_Task statement:_ Please return all lines from the records below that include the string "taps".

_Extracted entries:_

----------

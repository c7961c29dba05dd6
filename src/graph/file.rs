//! Reading one graph file into its parts, without judging what they mean.
//!
//! A graph file is a YAML mapping with these keys (all but `blocks` optional):
//!
//! ```yaml
//! title: two-lobe beacon tracker
//! about: one paragraph for `lobeflow check`
//! settings:                      # the installation's numbers, overridable
//!   beamwidth: {default: 12, unit: deg, doc: one-way 3 dB beamwidth}
//! blocks:                     # named instances
//!   read:  {kind: capture_reader, set: {path: $input}}
//!   front: {use: parts/front-end.yaml, set: {rate: $rate}}   # a composite
//! wiring:                     # chains of ports, left to right
//!   - read -> front -> pairs.dwells
//! exposes:                    # only in files used as composites
//!   inputs: {samples: dc.samples}
//!   outputs: {dwells: integrate.dwells}
//! ```

use super::error::GraphError;
use super::locate::{Positions, Seg, key};
use lobeflow_blocks::RawValue;
use serde_yaml::Value;
use std::path::{Path, PathBuf};
use std::sync::Arc;

/// A graph file's text, kept for positions in later messages.
#[derive(Debug)]
pub struct Source {
    pub path: PathBuf,
    pub text: String,
    /// Key positions, indexed on first use.
    positions: std::sync::OnceLock<Positions>,
}

impl Source {
    pub fn new(path: PathBuf, text: String) -> Source {
        Source { path, text, positions: std::sync::OnceLock::new() }
    }
    /// 1-based (line, column) of the key path `at` (or its deepest ancestor).
    pub fn locate(&self, at: &[Seg]) -> (usize, usize) {
        self.positions.get_or_init(|| Positions::of(&self.text)).find(at)
    }
    /// An error at the key path `at`.
    pub fn error(&self, at: &[Seg], message: impl Into<String>) -> GraphError {
        let (line, column) = self.locate(at);
        GraphError { file: self.path.clone(), line, column, message: message.into(), hint: None }
    }
    /// Directory relative paths in this file resolve against.
    pub fn dir(&self) -> PathBuf {
        self.path.parent().map(Path::to_path_buf).unwrap_or_default()
    }
}

#[derive(Debug, Clone)]
pub struct KnobDecl {
    pub name: String,
    pub default: Option<RawValue>,
    pub unit: Option<String>,
    pub doc: String,
}

#[derive(Debug, Clone)]
pub enum BlockBody {
    Kind(String),
    Use(String),
}

#[derive(Debug, Clone)]
pub struct BlockDecl {
    pub name: String,
    pub body: BlockBody,
    pub set: Vec<(String, RawValue)>,
}

#[derive(Debug, Clone, Default)]
pub struct Exposes {
    pub inputs: Vec<(String, String)>,
    pub outputs: Vec<(String, String)>,
}

#[derive(Debug)]
pub struct GraphFile {
    pub source: Arc<Source>,
    pub title: String,
    pub about: String,
    pub settings: Vec<KnobDecl>,
    pub blocks: Vec<BlockDecl>,
    pub wiring: Vec<String>,
    pub exposes: Exposes,
}

const TOP_KEYS: &[&str] = &["title", "about", "settings", "blocks", "wiring", "exposes"];
const KNOB_KEYS: &[&str] = &["default", "unit", "doc"];
const BLOCK_KEYS: &[&str] = &["kind", "use", "set", "doc"];

/// YAML scalar or list → the raw value every parameter parser takes.
pub fn raw_value(v: &Value) -> Option<RawValue> {
    match v {
        Value::Number(n) => n.as_f64().map(RawValue::Number),
        Value::Bool(b) => Some(RawValue::Bool(*b)),
        Value::String(s) => Some(RawValue::Text(s.clone())),
        Value::Sequence(items) => items.iter().map(raw_value).collect::<Option<Vec<_>>>().map(RawValue::List),
        _ => None,
    }
}

/// Parse YAML text, turning syntax errors into file:line:column errors.
pub fn parse_yaml(path: &Path, text: &str) -> Result<Value, GraphError> {
    serde_yaml::from_str(text).map_err(|e| {
        let (mut line, mut column) = e.location().map(|l| (l.line(), l.column())).unwrap_or((1, 1));
        if let Some(at) = second_occurrence(text, &e.to_string(), line) {
            (line, column) = at;
        }
        GraphError { file: path.to_path_buf(), line, column, message: format!("not valid YAML: {e}"), hint: None }
    })
}

/// The parser places a duplicate key at its first occurrence; point at the
/// repeat instead, which is the line to change.
fn second_occurrence(text: &str, message: &str, first_line: usize) -> Option<(usize, usize)> {
    let start = message.find("duplicate entry with key \"")? + "duplicate entry with key \"".len();
    let key = &message[start..start + message[start..].find('"')?];
    let mut seen = 0;
    for (i, line) in text.lines().enumerate().skip(first_line.saturating_sub(1)) {
        let t = line.trim_start();
        if t.strip_prefix(key).is_some_and(|rest| rest.trim_start().starts_with(':')) {
            seen += 1;
            if seen == 2 {
                return Some((i + 1, line.len() - t.len() + 1));
            }
        }
    }
    None
}

/// Most bytes a graph, params, manifest or scenario file may have: real
/// ones are kilobytes, a graph of 20 000 blocks about 1.5 MB, and the parsed
/// YAML takes tens of times the text, so this keeps parsing far below the
/// memory ceiling (and a path naming a device or FIFO cannot fill memory).
pub const MAX_TEXT_BYTES: u64 = 4 << 20;

/// Read at most [`MAX_TEXT_BYTES`] of text from `path`.
pub fn read_limited(path: &Path) -> std::io::Result<String> {
    use std::io::Read;
    let mut text = String::new();
    std::fs::File::open(path)?.take(MAX_TEXT_BYTES + 1).read_to_string(&mut text)?;
    if text.len() as u64 > MAX_TEXT_BYTES {
        return Err(std::io::Error::new(
            std::io::ErrorKind::InvalidData,
            format!("longer than {MAX_TEXT_BYTES} bytes (4 MiB), more than lobeflow reads as a text file"),
        ));
    }
    Ok(text)
}

/// Read a file's text, or an error naming it.
pub fn read_text(path: &Path) -> Result<String, GraphError> {
    read_limited(path).map_err(|e| GraphError {
        file: path.to_path_buf(),
        line: 0,
        column: 0,
        message: format!("cannot read: {e}"),
        hint: None,
    })
}

fn check_keys(
    src: &Source,
    at: &[Seg],
    map: &serde_yaml::Mapping,
    allowed: &[&str],
    what: &str,
) -> Result<(), GraphError> {
    for k in map.keys() {
        let name = k.as_str().unwrap_or("");
        if !allowed.contains(&name) {
            let mut path = at.to_vec();
            path.push(key(name));
            return Err(src.error(&path, format!("unknown key '{name}' in {what}")).hint_closest(
                name,
                allowed.iter().copied(),
                &format!("allowed: {}", allowed.join(", ")),
            ));
        }
    }
    Ok(())
}

fn text_of(src: &Source, at: &[Seg], v: &Value, what: &str) -> Result<String, GraphError> {
    match v {
        Value::String(s) => Ok(s.clone()),
        Value::Number(n) => Ok(n.to_string()),
        _ => Err(src.error(at, format!("{what} must be text"))),
    }
}

fn mapping<'a>(src: &Source, at: &[Seg], v: &'a Value, what: &str) -> Result<&'a serde_yaml::Mapping, GraphError> {
    v.as_mapping().ok_or_else(|| src.error(at, format!("{what} must be a mapping (name: value)")))
}

impl GraphFile {
    pub fn load(path: &Path) -> Result<GraphFile, GraphError> {
        let text = read_text(path)?;
        Self::parse(path, text)
    }

    pub fn parse(path: &Path, text: String) -> Result<GraphFile, GraphError> {
        let doc = parse_yaml(path, &text)?;
        let src = Arc::new(Source::new(path.to_path_buf(), text));
        let top = mapping(&src, &[], &doc, "a graph file")?;
        check_keys(&src, &[], top, TOP_KEYS, "a graph file")?;
        let get = |k: &str| top.get(k);

        let title = match get("title") {
            Some(v) => text_of(&src, &[key("title")], v, "title")?,
            None => String::new(),
        };
        let about = match get("about") {
            Some(v) => text_of(&src, &[key("about")], v, "about")?,
            None => String::new(),
        };

        let mut settings = Vec::new();
        if let Some(v) = get("settings") {
            for (k, body) in mapping(&src, &[key("settings")], v, "settings")? {
                let name = k.as_str().unwrap_or_default().to_string();
                let at = [key("settings"), key(&name)];
                check_name(&src, &at, &name, "knob")?;
                let decl = match body {
                    Value::Mapping(m) => {
                        check_keys(&src, &at, m, KNOB_KEYS, &format!("knob '{name}'"))?;
                        let default = match m.get("default") {
                            Some(d) => Some(raw_value(d).ok_or_else(|| {
                                src.error(
                                    &[key("settings"), key(&name), key("default")],
                                    "default must be a number, text, true/false or a list",
                                )
                            })?),
                            None => None,
                        };
                        let unit = m.get("unit").map(|u| text_of(&src, &at, u, "unit")).transpose()?;
                        let doc = m.get("doc").map(|d| text_of(&src, &at, d, "doc")).transpose()?.unwrap_or_default();
                        KnobDecl { name, default, unit, doc }
                    }
                    // Shorthand: `name: value`.
                    other => {
                        KnobDecl {
                            name,
                            default: Some(raw_value(other).ok_or_else(|| {
                                src.error(&at, "a knob is a value or a mapping with default, unit, doc")
                            })?),
                            unit: None,
                            doc: String::new(),
                        }
                    }
                };
                settings.push(decl);
            }
        }

        let mut blocks = Vec::new();
        let block_map = match get("blocks") {
            Some(v) => mapping(&src, &[key("blocks")], v, "blocks")?,
            None => return Err(src.error(&[], "a graph file needs a 'blocks' mapping")),
        };
        for (k, body) in block_map {
            let name = k.as_str().unwrap_or_default().to_string();
            let at = [key("blocks"), key(&name)];
            check_name(&src, &at, &name, "block")?;
            let m = mapping(&src, &at, body, &format!("block '{name}'"))?;
            check_keys(&src, &at, m, BLOCK_KEYS, &format!("block '{name}'"))?;
            let body = match (m.get("kind"), m.get("use")) {
                (Some(kind), None) => {
                    BlockBody::Kind(text_of(&src, &[key("blocks"), key(&name), key("kind")], kind, "kind")?)
                }
                (None, Some(file)) => {
                    BlockBody::Use(text_of(&src, &[key("blocks"), key(&name), key("use")], file, "use")?)
                }
                (Some(_), Some(_)) => {
                    return Err(src.error(&at, format!("block '{name}' has both 'kind' and 'use'; give one")));
                }
                (None, None) => {
                    return Err(src
                        .error(
                            &at,
                            format!("block '{name}' needs a 'kind' (a block kind) or 'use' (a graph file to include)"),
                        )
                        .with_hint("`lobeflow blocks` lists the kinds"));
                }
            };
            let mut set = Vec::new();
            if let Some(s) = m.get("set") {
                let set_at = [key("blocks"), key(&name), key("set")];
                for (pk, pv) in mapping(&src, &set_at, s, "set")? {
                    let pname = pk.as_str().unwrap_or_default().to_string();
                    let value = raw_value(pv).ok_or_else(|| {
                        src.error(
                            &[key("blocks"), key(&name), key("set"), key(&pname)],
                            "a parameter value must be a number, text, true/false or a list",
                        )
                    })?;
                    set.push((pname, value));
                }
            }
            blocks.push(BlockDecl { name, body, set });
        }

        let mut wiring = Vec::new();
        if let Some(v) = get("wiring") {
            let items = v
                .as_sequence()
                .ok_or_else(|| src.error(&[key("wiring")], "wiring must be a list of chains like 'a -> b -> c'"))?;
            for (i, item) in items.iter().enumerate() {
                wiring.push(text_of(&src, &[key("wiring"), Seg::Index(i)], item, "a wiring chain")?);
            }
        }

        let mut exposes = Exposes::default();
        if let Some(v) = get("exposes") {
            let m = mapping(&src, &[key("exposes")], v, "exposes")?;
            check_keys(&src, &[key("exposes")], m, &["inputs", "outputs"], "exposes")?;
            for (side, list) in [("inputs", &mut exposes.inputs), ("outputs", &mut exposes.outputs)] {
                if let Some(ports) = m.get(side) {
                    let at = [key("exposes"), key(side)];
                    for (pk, pv) in mapping(&src, &at, ports, side)? {
                        let pname = pk.as_str().unwrap_or_default().to_string();
                        list.push((
                            pname.clone(),
                            text_of(&src, &[key("exposes"), key(side), key(&pname)], pv, "an exposed port")?,
                        ));
                    }
                }
            }
        }

        Ok(GraphFile { source: src, title, about, settings, blocks, wiring, exposes })
    }
}

fn check_name(src: &Source, at: &[Seg], name: &str, what: &str) -> Result<(), GraphError> {
    let ok = !name.is_empty() && name.chars().all(|c| c.is_ascii_alphanumeric() || c == '_' || c == '-');
    if ok {
        Ok(())
    } else {
        Err(src.error(at, format!("{what} name '{name}' may use only letters, digits, '_' and '-'")))
    }
}
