impl TypedBlock for TapBlock {
    type Settings = ();
    type In = TapIn;
    type Out = NoPorts;

    fn build(_: (), _: &BuildContext) -> Result<Self, BuildError> {
        attached_by_run()
    }

    fn process(&mut self, port: TapIn, item: Item, _out: &mut Outputs) -> Result<(), BlockError> {
        let TapIn::Items = port;
        let sent = match &self.sender {
            Some(s) => s.send((self.index, item)).is_ok(),
            None => false,
        };
        if let Some(w) = &self.waker {
            w.wake();
        }
        if !sent {
            // The listener went away: stop the run quietly.
            self.cancel.store(true, Ordering::SeqCst);
        }
        Ok(())
    }
}

impl Drop for TapBlock {
    fn drop(&mut self) {
        // Close the channel first: a listener woken while it is still open
        // would find it empty, go back to sleep, and never hear the end.
        drop(self.sender.take());
        if let Some(w) = &self.waker {
            w.wake();
        }
    }
}

/// The constructor of a block the run attaches itself (a listener, the
/// report's summary, a test's blocks): none is declared in a graph.
pub(crate) fn attached_by_run<B>() -> Result<B, BuildError> {
    Err(BuildError::Refused("this block is attached by the run, not declared in a graph".into()))
}

/// A lag above this many capture seconds is reported as falling behind.
const BEHIND_S: f64 = 1.0;

/// A graph with its blocks built and its output folder ready: every error
/// that can be found before samples flow has been found.
pub struct PreparedRun {
    setups: Vec<NodeSetup>,
    edges: usize,
    opts: RunOptions,
    files: FileStager,
    live: bool,
    remarks: Vec<String>,
    /// Removed (with any unfinished files) when the run is over.
    staging: Staging,
    /// The graph and the estimate summary its page is made from.
    page: Option<(Box<ResolvedGraph>, Arc<Mutex<EstimateSummary>>)>,
}

/// True when a capture reader of the graph reads a live input.
fn has_live_input(graph: &ResolvedGraph, opts: &RunOptions) -> bool {
    graph.blocks.iter().any(|b| {
        b.spec.kind == capture::source::SPEC.kind
            && (opts.pushed.iter().any(|p| p.block == b.name)
                || matches!(b.params.get("path"), Some(Value::Text(p)) if capture::reader::is_pipe(p)))
    })
}

/// Build the blocks and wire them, check the outputs and make the staging
/// folder. Nothing has been read or written yet.
pub fn prepare(graph: &ResolvedGraph, opts: &RunOptions, taps: Vec<Tap>) -> Result<PreparedRun, Error> {
    for p in &opts.pushed {
        match graph.block_index(&p.block) {
            Some(i) if graph.blocks[i].spec.kind == capture::source::SPEC.kind => {}
            _ => {
                return Err(Error::Usage(format!(
                    "samples are pushed into '{}', but the graph has no capture_reader of that name",
                    p.block
                )));
            }
        }
    }
    if let Some(f) = opts.stream_format.as_deref().filter(|f| !matches!(*f, "csv" | "jsonl")) {
        return Err(Error::Usage(format!("unknown table format '{f}' to print (known: csv, jsonl)")));
    }
    let mut remarks = Vec::new();
    let staging_root = if opts.write_files {
        std::fs::create_dir_all(&opts.out_dir)
            .map_err(Error::io(format!("cannot create output directory {}", opts.out_dir.display())))?;
        outputs::check_outputs(graph, &opts.out_dir, opts.stream_table.as_deref())?;
        remarks.extend(staging::remove_stale(&opts.out_dir));
        opts.out_dir.clone()
    } else {
        // Outputs are computed and dropped: stage them where nobody looks.
        outputs::check_printed_tables(graph, opts.stream_table.as_deref())?;
        std::env::temp_dir()
    };
    let staging =
        Staging::create(&staging_root).map_err(Error::io("cannot make the staging folder for the outputs"))?;
    let live = has_live_input(graph, opts);
    let policy = DeliveryPolicy {
        live,
        echo_table: opts.stream_table.clone(),
        echo_format: opts.stream_format.clone(),
        end_input: Arc::clone(&opts.end_input),
    };
    let files = FileStager::in_folder(staging.dir().to_path_buf(), policy);
    let mut setups = build_nodes(graph, opts, &files)?;
    let mut edges = 0;
    for w in &graph.wires {
        setups[w.to.0].inputs[w.to.1] = Some(edges);
        setups[w.from.0].outputs[w.from.1].push(edges);
        edges += 1;
    }
    start_blocks(graph, &mut setups)?;
    for tap in taps {
        let (bi, pi) = tap_place(graph, &tap.port)?;
        setups[bi].outputs[pi].push(edges);
        setups.push(NodeSetup {
            name: format!("listener:{}", tap.port),
            kind: "listener".into(),
            block: typed::boxed(TapBlock {
                sender: Some(tap.sender),
                index: tap.index,
                waker: tap.waker,
                cancel: Arc::clone(&opts.cancel),
            }),
            inputs: vec![Some(edges)],
            outputs: Vec::new(),
        });
        edges += 1;
    }
    let page = (opts.page && opts.write_files).then(|| {
        let summary = Arc::new(Mutex::new(EstimateSummary::default()));
        for (bi, pi) in report::final_estimate_ports(graph) {
            setups[bi].outputs[pi].push(edges);
            setups.push(NodeSetup {
                name: format!("report-summary:{}", graph.blocks[bi].name),
                kind: "report_summary".into(),
                block: typed::boxed(report::SummaryTap { summary: Arc::clone(&summary) }),
                inputs: vec![Some(edges)],
                outputs: Vec::new(),
            });
            edges += 1;
        }
        (Box::new(graph.clone()), summary)
    });
    Ok(PreparedRun { setups, edges, opts: opts.clone(), files, live, remarks, staging, page })
}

----------

_Solution for this task:_
pub fn prepare(graph: &ResolvedGraph, opts: &RunOptions, taps: Vec<Tap>) -> Result<PreparedRun, Error> {
    for tap in taps {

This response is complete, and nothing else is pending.